● **Records provided**:
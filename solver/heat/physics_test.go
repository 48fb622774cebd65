package heat_test

import (
	"math"
	"testing"

	"keelfall/column"
	"keelfall/solver/heat"
)

// TestAdiabat: rock that hardly conducts, thickened until its pressure has doubled, goes
// along Rock.Adiabat, here integrated apart; half of it melts on the way.
func TestAdiabat(t *testing.T) {
	for _, molten := range []bool{false, true} {
		a := granite("a", 100e3)
		a.Conductivity.Reference = 1e-6
		a.Density = column.EquationOfState{Reference: 3300, Expansivity: 3e-5, Compressibility: 1e-11, ReferenceTemperature: 293.15}
		if molten { // a curve that falls with pressure is crossed on compression
			a.Melt = &column.Melt{Solidus: &column.Curve{Surface: 1800, Slope: -1e-7}, Liquidus: &column.Curve{Surface: 2300, Slope: -1e-7}, LatentHeat: 4e5}
			a.Density = column.Molten{Solid: a.Density, Melt: a.Melt}
		}
		c := cooled(1500, 1500, a)
		isothermal(c, 1500)
		ev := begin(t, heat.Plan{Column: c, Tolerance: 0.01, Markers: []heat.Marker{{Name: "m", Depth: 50e3}},
			Events: []heat.Event{{Verb: "stretch", To: myr, Rate: -math.Ln2 / myr}}})
		advance(t, ev, myr)
		p := ev.Paths()[0]
		last := len(p.T) - 1
		T, n := p.T[0], 20000
		d := (p.P[last] - p.P[0]) / float64(n)
		for i := range n {
			P := p.P[0] + d*float64(i)
			mid := T + d/2*a.Adiabat(T, P, 0)
			T += d * a.Adiabat(mid, P+d/2, 0)
		}
		if !close(p.P[last], 2*p.P[0], 1e-4) || math.Abs(p.T[last]-T) > 0.05 {
			t.Errorf("melts %v: %g K at %g of the pressure, want %g K", molten, p.T[last], p.P[last]/p.P[0], T)
		}
		balanced(t, ev)
	}
}

// TestShearHeat: 30 mW/m² released on a contact between k = 2 and 4 W/m/K, ends at 300 K:
// steady T there is 300 + Q/(k₁/h₁ + k₂/h₂), and the flows out at the ends share Q so.
func TestShearHeat(t *testing.T) {
	a, b := granite("a", 20e3), granite("b", 50e3)
	a.Conductivity.Reference, b.Conductivity.Reference = 2, 4
	c := cooled(300, 300, a, b)
	ev := begin(t, heat.Plan{Column: c})
	if err := ev.Heat(heat.Source{BaseOf: "a", Power: 0.03}); err != nil {
		t.Fatal(err)
	}
	advance(t, ev, 3000*myr)
	_, p, err := ev.Snapshot()
	if err != nil {
		t.Fatal(err)
	}
	g1, g2 := 2/20e3, 4/50e3
	if !close(p.SurfaceFlow, 0.03*g1/(g1+g2), 1e-2) {
		t.Errorf("surface flow %g, want %g", p.SurfaceFlow, 0.03*g1/(g1+g2))
	}
	if T, _, _ := p.Layers[0].At(15e3); !close(T-300, 0.75*0.03/(g1+g2), 1e-2) {
		t.Errorf("%g K at three quarters of the way, want %g", T-300, 0.75*0.03/(g1+g2))
	}
	balanced(t, ev)
}

// TestReplaced: what is removed is replaced along the adiabat from the column's foot.
func TestReplaced(t *testing.T) {
	rock := granite("", 1).Rock
	rock.Density = column.EquationOfState{Reference: 3300, Expansivity: 3e-5, ReferenceTemperature: 293.15}
	a, b := granite("a", 60e3), granite("b", 40e3)
	c := cooled(280, 1600, a, b)
	c.Base.Boundary, c.Base.Rock = column.HalfSpace, rock
	ev := begin(t, heat.Plan{Column: c})
	if err := ev.Remove("b", 1); err != nil {
		t.Fatal(err)
	}
	snap, p, err := ev.Snapshot()
	if err != nil {
		t.Fatal(err)
	}
	T, P, _ := p.Layers[1].At(80e3)
	_, foot, _ := p.Layers[1].At(p.Layers[1].Bottom)
	want := 1600.0
	d := (P - foot) / 1000
	for i := range 1000 {
		want += d * rock.Adiabat(want, foot+d*float64(i), 0)
	}
	if snap.Layers[1].Name != "asthenosphere" || !close(snap.Depth(), 100e3, 1e-3) || math.Abs(T-want) > 0.3 {
		t.Errorf("%s, %g m, %g K at 80 km, want %g", snap.Layers[1].Name, snap.Depth(), T, want)
	}
	balanced(t, ev)
}

// TestSnapshotAgain: Given integrates the pressure of the snapshot's own column, through
// its densities, a second time.
func TestSnapshotAgain(t *testing.T) {
	p := speedPlan()
	reacting := column.Reaction{Protolith: column.Linear{Top: 2900, Bottom: 3000}, Product: column.EquationOfState{Reference: 3450, Expansivity: 3e-5, ReferenceTemperature: 293.15},
		Cap: 0.9, Field: &column.StabilityField{Above: 1.3e9, At: 900, Slope: 5e5}, Kinetics: &column.Kinetics{Prefactor: 10, ActivationEnergy: 250e3}}
	p.Column.Layers[2].Density = reacting
	p.Events = append(p.Events, heat.Event{Verb: "accumulate", Layer: "root", To: 3 * myr, Rate: 1e-11, Temperature: 1400}, heat.Event{Verb: "erode", To: 8 * myr, Rate: 1e-11})
	ev := begin(t, p)
	advance(t, ev, 10*myr)
	c, got, err := ev.Snapshot()
	if err != nil {
		t.Fatal(err)
	}
	if x := ev.Root().Reacted; x < 0.05 || x > 0.85 {
		t.Errorf("reacted %g: this should be a mixed root", x)
	}
	again, err := heat.Given(c)
	if err != nil {
		t.Fatal(err)
	}
	for i := range got.Layers {
		l := &got.Layers[i]
		for x := 0.0; x <= 1; x += 0.125 {
			z := l.Top + x*(l.Bottom-l.Top)
			T, P, slope := l.At(z)
			T2, P2, _ := again.Layers[i].At(z)
			if math.Abs(T-T2) > 0.5 || !close(P, P2, 1e-4) && P > 1e6 || math.IsNaN(slope) {
				t.Errorf("%s at %g: %g and %g K, %g and %g Pa", c.Layers[i].Name, x, T, T2, P, P2)
			}
		}
	}
}

// TestOvershoot: a sheet 500 K hotter than its surroundings never leaves the two
// temperatures by more than the tolerance.
func TestOvershoot(t *testing.T) {
	c := cooled(900, 900, granite("a", 30e3), granite("b", 30e3))
	ev := begin(t, heat.Plan{Column: c, Tolerance: 0.1, Events: []heat.Event{{Verb: "intrude", Name: "s", Layer: "a", Thickness: 1000, Temperature: 1400, Rock: granite("", 1).Rock}}})
	for at := 1e7; at < 1e14; at *= 2 {
		advance(t, ev, at)
		_, p, err := ev.Snapshot()
		if err != nil {
			t.Fatal(err)
		}
		for _, l := range p.Layers {
			for _, n := range l.Nodes {
				if n.T < 899.9 || n.T > 1400.1 {
					t.Fatalf("%g K at %g m after %g s", n.T, n.Depth, at)
				}
			}
		}
	}
}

● **Aim of the task**: Only the lines above from the one with "for i := range got.Layers" through the one with "if math.Abs(T-T2) >" should be duplicated, character for character.

● **Task response**:
	for i := range got.Layers {
		l := &got.Layers[i]
		for x := 0.0; x <= 1; x += 0.125 {
			z := l.Top + x*(l.Bottom-l.Top)
			T, P, slope := l.At(z)
			T2, P2, _ := again.Layers[i].At(z)
			if math.Abs(T-T2) > 0.5 || !close(P, P2, 1e-4) && P > 1e6 || math.IsNaN(slope) {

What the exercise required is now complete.